Better safe than sorry springs to mind.


----------



## MensEtManus

Schools are still closed, which means that at least some Egyptians are still worried about safety. Realistically speaking, I think it is premature to allow visitors/foreigners visit Egypt now. 

Only a few days ago, I had over 40 workers outside one of my factories with molotovs trying to burn one of my plants. I had to hire thugs to help me get rid of these insane folks. I just had to let go around 100 workers due to labor strikes and I have yet to send any of my trucks for distribution. For me, it is still incredibly unstable. 

So if you ask me, I do not think anyone should visit until the police are back on the streets. 

Maybe Cairo is safe, but certain areas in Alexandria are still problematic. There are absolutely no police after 4pm in any of the areas that I drive by on a daily basis.


----------



## MaidenScotland

MensEtManus said:


> Schools are still closed, which means that at least some Egyptians are still worried about safety. Realistically speaking, I think it is premature to allow visitors/foreigners visit Egypt now.
> 
> Only a few days ago, I had over 40 workers outside one of my factories with molotovs trying to burn one of my plants. I had to hire thugs to help me get rid of these insane folks. I just had to let go around 100 workers due to labor strikes and I have yet to send any of my trucks for distribution. For me, it is still incredibly unstable.
> 
> So if you ask me, I do not think anyone should visit until the police are back on the streets.
> 
> Maybe Cairo is safe, but certain areas in Alexandria are still problematic. There are absolutely no police after 4pm in any of the areas that I drive by on a daily basis.




Cairo is not safe there was a skirmish on the Kasr el Nile bridge this morning, don't know what it was about just that one of my staff came across it witnessed it.

My staff send money home using western union and today despite being told on Wednesday it would definitely be open it is not.


----------



## aykalam

MensEtManus said:


> Schools are still closed, which means that at least some Egyptians are still worried about safety.


My daughter's school MES is back on from today, as is Maadi British International School. As usual, national schools are always forced to remain closed (remember swine flu?) by the so called "authorities".


----------



## MaidenScotland

Maybe this hasn't helped 

Egypt approves passage of Iranian warships through Suez Canal despite Israel's objections | Mail Online


----------



## hhaddad

Thanks for your replies I suppose you are right ,but I note from several sources that there are three British Citizens (with dual nationality) who are going back and forth to the U.K. with out any special problems.


----------



## MaidenScotland

hhaddad said:


> Thanks for your replies I suppose you are right ,but I note from several sources that there are three British Citizens (with dual nationality) who are going back and forth to the U.K. with out any special problems.




Anyone can go back and forth... it is up to the individual what they do, the foreign office only gives advice . I myself have just returned from Saudi.


----------



## aykalam

MaidenScotland said:


> Anyone can go back and forth... it is up to the individual what they do, the foreign office only gives advice . I myself have just returned from Saudi.


That's if your flight is not cancelled.
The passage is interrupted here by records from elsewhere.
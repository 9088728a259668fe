"""Pipeline stages: each module holds pure functions over arrays and tables."""
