def ns_fits_metadata(eos_relation: str = _eos.DEFAULT_C_LOVE) -> list[dict[str, Any]]:
    """JSON-able description of the neutron-star fits (for the ``gwdeficit.fits`` record)."""
    rel = _eos.c_love_relation(eos_relation)
    return [
        {"name": rel.name, "quantity": "ns_compactness", "citation": rel.source,
         "calibrated": {"lambda_min": rel.lambda_range[0], "lambda_max": rel.lambda_range[1]}},
        {"name": FIT_FHN2018, "quantity": "nsbh_remnant_matter",
         "citation": "Foucart, Hinderer & Nissanke 2018, PRD 98, 081501(R), eq. 4",
         "calibrated": dict(_nsbh.FHN2018_RANGE)},
        {"name": FIT_DU2017, "quantity": "bns_dynamical_ejecta",
         "citation": "Dietrich & Ujevic 2017, CQG 34, 105014, eq. 1",
         "calibrated": dict(_bns.DU2017_RANGE)},
        {"name": FIT_RADICE2018, "quantity": "bns_disk_mass",
         "citation": "Radice et al. 2018, ApJ 869, 130", "calibrated": dict(_bns.RADICE2018_RANGE)},
        {"name": "bauswein-2013", "quantity": "bns_prompt_collapse_mass",
         "citation": "Bauswein, Baumgarte & Janka 2013, PRL 111, 131101",
         "calibrated": {"equal_mass": True}},
        {"name": "breu-rezzolla-2016", "quantity": "bns_supramassive_limit",
         "citation": "Breu & Rezzolla 2016, MNRAS 459, 646", "calibrated": {}},
        {"name": ERAD_PN_CONTACT, "quantity": "bns_erad_lower_bound",
         "citation": "Blanchet 2014, Living Rev. Relativ. 17, 2, eq. 233; Flanagan & Hinderer "
         "2008, PRD 77, 021502", "calibrated": {}},
    ]  # fmt: skip


def _kerr_isco_radius(chi: FloatArray) -> FloatArray:
    """Kerr ISCO radius in units of the BH mass for signed aligned spin chi (prograde > 0)."""
    from gwdeficit.fits import isco

    return np.asarray(isco.isco_radius(chi), dtype=np.float64)


def _as_float(a: ArrayLike, shape: tuple[int, ...], name: str) -> FloatArray:
    """Broadcast to ``shape`` and flatten to a writable 1-D float64 copy."""
    try:
        out = np.broadcast_to(np.asarray(a, dtype=np.float64), shape)
    except ValueError as exc:
        raise OptionError(f"{name}: shape {np.shape(a)} does not match {shape}") from exc
    return np.array(out, dtype=np.float64).reshape(-1)


def _flat_option(a: ArrayLike | None, shape: tuple[int, ...], name: str) -> FloatArray | None:
    return None if a is None else _as_float(a, shape, name)
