def mass_loss_rates(
    remnants: pd.DataFrame,
    volumes: Sequence[str | Volume] = ("mw",),
    rate: RateModel | str | float | None = None,
    rates_by_kind: Mapping[str, RateModel | str | float] | None = None,
    evolution: RateEvolution | None = None,
    escape_speeds_kms: Sequence[float] = (),
    selection: str = "none",
    n_draws: int = 2000,
    seed: int = 0,
    cosmology: Any = None,
    galaxy_density_mpc3: float = MWEG_DENSITY_MPC3,
    stellar_density_msun_mpc3: float = STELLAR_DENSITY_MSUN_MPC3,
    sources: Collection[str] = ERROR_SOURCES,
) -> pd.DataFrame:
    """Tidy mass-loss budget of a remnants table; arguments as for :func:`compute_budget`.

    Returns the summary DataFrame (:data:`SUMMARY_COLUMNS`); its ``attrs`` hold the metadata
    (rate models, cosmology, galaxy density, draws, seed, fits, input hash, notes and counts,
    provenance).

    Example::

        from gwdeficit import mass_loss_rates
        table = mass_loss_rates(remnants, volumes=["mw", "gpc3"], rate="24 +14 -9")
    """
    return compute_budget(
        remnants,
        volumes=volumes,
        rate=rate,
        rates_by_kind=rates_by_kind,
        evolution=evolution,
        escape_speeds_kms=escape_speeds_kms,
        selection=selection,
        n_draws=n_draws,
        seed=seed,
        cosmology=cosmology,
        galaxy_density_mpc3=galaxy_density_mpc3,
        stellar_density_msun_mpc3=stellar_density_msun_mpc3,
        sources=sources,
    ).table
Just read Air France, Iberia and BA have cancelled their flights to Cairo due to lack of demand 

http://english.ahram.org.eg/NewsCon...tics-/Nine-airlines-cancel-Egypt-flights.aspx


----------



## hhaddad

MaidenScotland said:


> Anyone can go back and forth... it is up to the individual what they do, the foreign office only gives advice . I myself have just returned from Saudi.


Sorry should have been more explicit the citizens I was refering to were familly name Mabarak>


----------



## gw4khq

MaidenScotland said:


> Anyone can go back and forth... it is up to the individual what they do, the foreign office only gives advice . I myself have just returned from Saudi.
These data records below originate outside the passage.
def show_part(path, spec: str) -> dict[str, Any]:
    """Everything about one part: record, fits, sweeps (without points) and state history."""
    with open_library(path) as lib:
        part = lib.get_part(spec)
        return {"part": part.to_dict(), "fits": lib.fits(part), "sweeps": lib.sweeps(part, with_points=False),
                "history": lib.history(part)}


def set_operating_current(path, spec: str, current: float | None, *, operator: str | None = None) -> PartRecord:
    """Set a part's operating current (A; None: the library's default) and store its gm there."""
    from benchlab.library import operating

    with open_library(path, operator=operator) as lib:
        operating.set_part_current(lib, spec, current)
        return lib.get_part(spec)


def set_default_current(path, current: float, *, operator: str | None = None) -> int:
    """Set the library-wide operating current (A); returns how many parts' stored gm moved to it."""
    from benchlab.library import operating

    with open_library(path, create=True, operator=operator) as lib:
        return operating.set_default_current(lib, current)


def set_state(path, spec: str, state: str, reason: str | None = None, *, operator: str | None = None) -> PartRecord:
    """Move a part to another state (``rejected`` needs a reason), recorded as done by ``operator``."""
    with open_library(path, operator=operator) as lib:
        return lib.set_state(spec, state, reason)


def import_sessions(path, session_dirs: Sequence[str], *, lot: str | None = None, refit: bool = True,
                    model: str = "auto", operator: str | None = None):
    """Import session folders, or folders of them (re-fitting each good sweep unless ``refit`` is False)."""
    from benchlab.library.sessions import find_sessions

    folders = find_sessions(session_dirs)  # checked before the library file is opened or created
    fit = fit_function(model) if refit else None
    with open_library(path, create=True, operator=operator) as lib:
        return import_into(lib, folders, refit=refit, lot=lot, fit_function=fit)


def import_json_file(path, json_file: str) -> dict[str, int]:
    """Import a library export file (``benchlab export json``)."""
    try:
        data = json.loads(Path(json_file).read_text(encoding="utf-8"))
    except OSError as exc:
        raise InputError(f"cannot read: {exc.strerror or exc}", path=json_file) from exc
    except (json.JSONDecodeError, UnicodeDecodeError) as exc:
        raise InputError(f"not valid JSON: {exc}", path=json_file) from exc
    except RecursionError:
        raise InputError("not a library export: nested too deeply", path=json_file) from None
    if not isinstance(data, dict) or data.get("format") != EXPORT_FORMAT:  # refused before a library is created
        raise InputError(f"not a benchlab library export (expected format '{EXPORT_FORMAT}')", path=json_file)
    for key, kind, field in (("lots", "lot name", "name"), ("parts", "part label", "label"), ("parts", "lot name", "lot")):
        entries = data.get(key, [])
        if not isinstance(entries, list) or not all(isinstance(e, dict) for e in entries):
            raise InputError(f"'{key}' must be a list of objects", path=json_file)
        for entry in entries:
            check_name(kind, entry.get(field), path=json_file)
    with open_library(path, create=True) as lib:
        return import_library(lib, data)


def lots(path) -> list[dict[str, Any]]:
    """Lots with part counts per state."""
    with open_library(path) as lib:
        return lib.lots()


def info(path) -> dict[str, Any]:
    """Library facts: backend, path or URL (no password), schema version, row counts, backend facts."""
    with open_library(path) as lib:
        return lib.info()


def copy_library(source, destination) -> CopyReport:
    """Copy the library at ``source`` into the empty (or new) library at ``destination``, verified.

    Either may be a file or a ``postgresql://`` URL; see :func:`benchlab.library.copy.copy_library`.
    """
    if not source or not destination:
        raise InputError("name both libraries: benchlab library copy SOURCE DESTINATION")
    with open_library(source) as src, open_library(destination, create=True) as dst:
        return copy_into(src, dst)


def export_json_text(path, lot: str | None = None, state: str | None = None) -> str:
    """The library (or a filtered view) as JSON text (non-finite numbers are written as null)."""
    with open_library(path) as lib:
        data = export_library(lib, lot=lot, state=None if state in (None, "all") else state)
    return json.dumps(data, indent=1, default=json_default, allow_nan=False) + "\n"
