def _run(work, cut: Plan, say, store, keep, ready=None) -> tuple:
    stored = [k for k in range(cut.parts) if store and store.holds(k)]
    held = set(stored)
    todo = [k for k in range(cut.parts) if k not in held]
    results = [None] * cut.parts
    parts = [Part(k, cut.parts) for k in todo]
    counted = []

    def done(k, result):
        if store:
            store.save(k, result)
        if isinstance(result, bytes):          # pickled by a worker (``_pickled``)
            result = pickle.loads(result)
        results[k] = keep(result)
        counted.append(k)
        say(STAGE, len(counted), len(todo), f"partition {k + 1} of {cut.parts}")

    def load_stored() -> list:
        """Load the stored partitions, each reduced by ``keep`` before the next is read;
        those that cannot be read (damaged files), to be computed."""
        for k in stored:
            results[k] = _kept(store.load(k), keep)
        lost = [k for k in stored if results[k] is None]
        todo.extend(lost)
        return lost

    # the partitions to compute run while the stored ones load: several in the workers
    # (submitted first, so that they fork from this process before it holds the stored
    # partitions), one in a helper process when there are stored ones to load meanwhile
    if len(parts) > 1 and cut.workers > 1:
        with worker_pool(min(cut.workers, len(parts))) as pool:
            computed = pool.map(partial(without_collector, _pickled, work), parts)
            lost = load_stored()
            for part, result in zip(parts, computed):
                done(part.index, result)
    elif len(parts) == 1 and stored and cut.workers > 1:
        with _helper(work, parts, ready) as helper:
            lost = load_stored()
            computed = helper.result()
        done(parts[0].index, computed[0])
    else:
        lost = load_stored()
        for part in parts:
            done(part.index, work(part))
    for k in lost:
        done(k, work(Part(k, cut.parts)))
    return merge(results), cut.parts - len(todo)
I went to UK last Sunday with my wife to attend a funeral. Back on Wednesday. No problems either way.

But, is Mogamma open to extend my visa?


----------



## MaidenScotland

hhaddad said:


> Sorry should have been more explicit the citizens I was refering to were familly name Mabarak>




I think you will find they are not going back and forth.. they went and didn't come back. 
I wrote to William Hague asking how Gamals wife and children got to the U.K?
Gamal has a British Passport due to his grandmother but it is my belief that it stops there...


----------



## MaidenScotland

gw4khq said:


> I went to UK last Sunday with my wife to attend a funeral. Back on Wednesday. No problems either way.
> 
> But, is Mogamma open to extend my visa?




There is no reason to worry about your visa... you must have gotten a visa when you arrived on Wednesday and that is good for a month plus they never really bother. I do not officially work in Egypt although my work is here so I never get a visa I just pay a fine when I leave


----------



## aykalam

MaidenScotland said:


> There is no reason to worry about your visa... you must have gotten a visa when you arrived on Wednesday and that is good for a month plus they never really bother. I do not officially work in Egypt although my work is here so I never get a visa I just pay a fine when I leave


is paying this fine cheaper than getting a work permit?


----------



## MaidenScotland

aykalam said:


> is paying this fine cheaper than getting a work permit?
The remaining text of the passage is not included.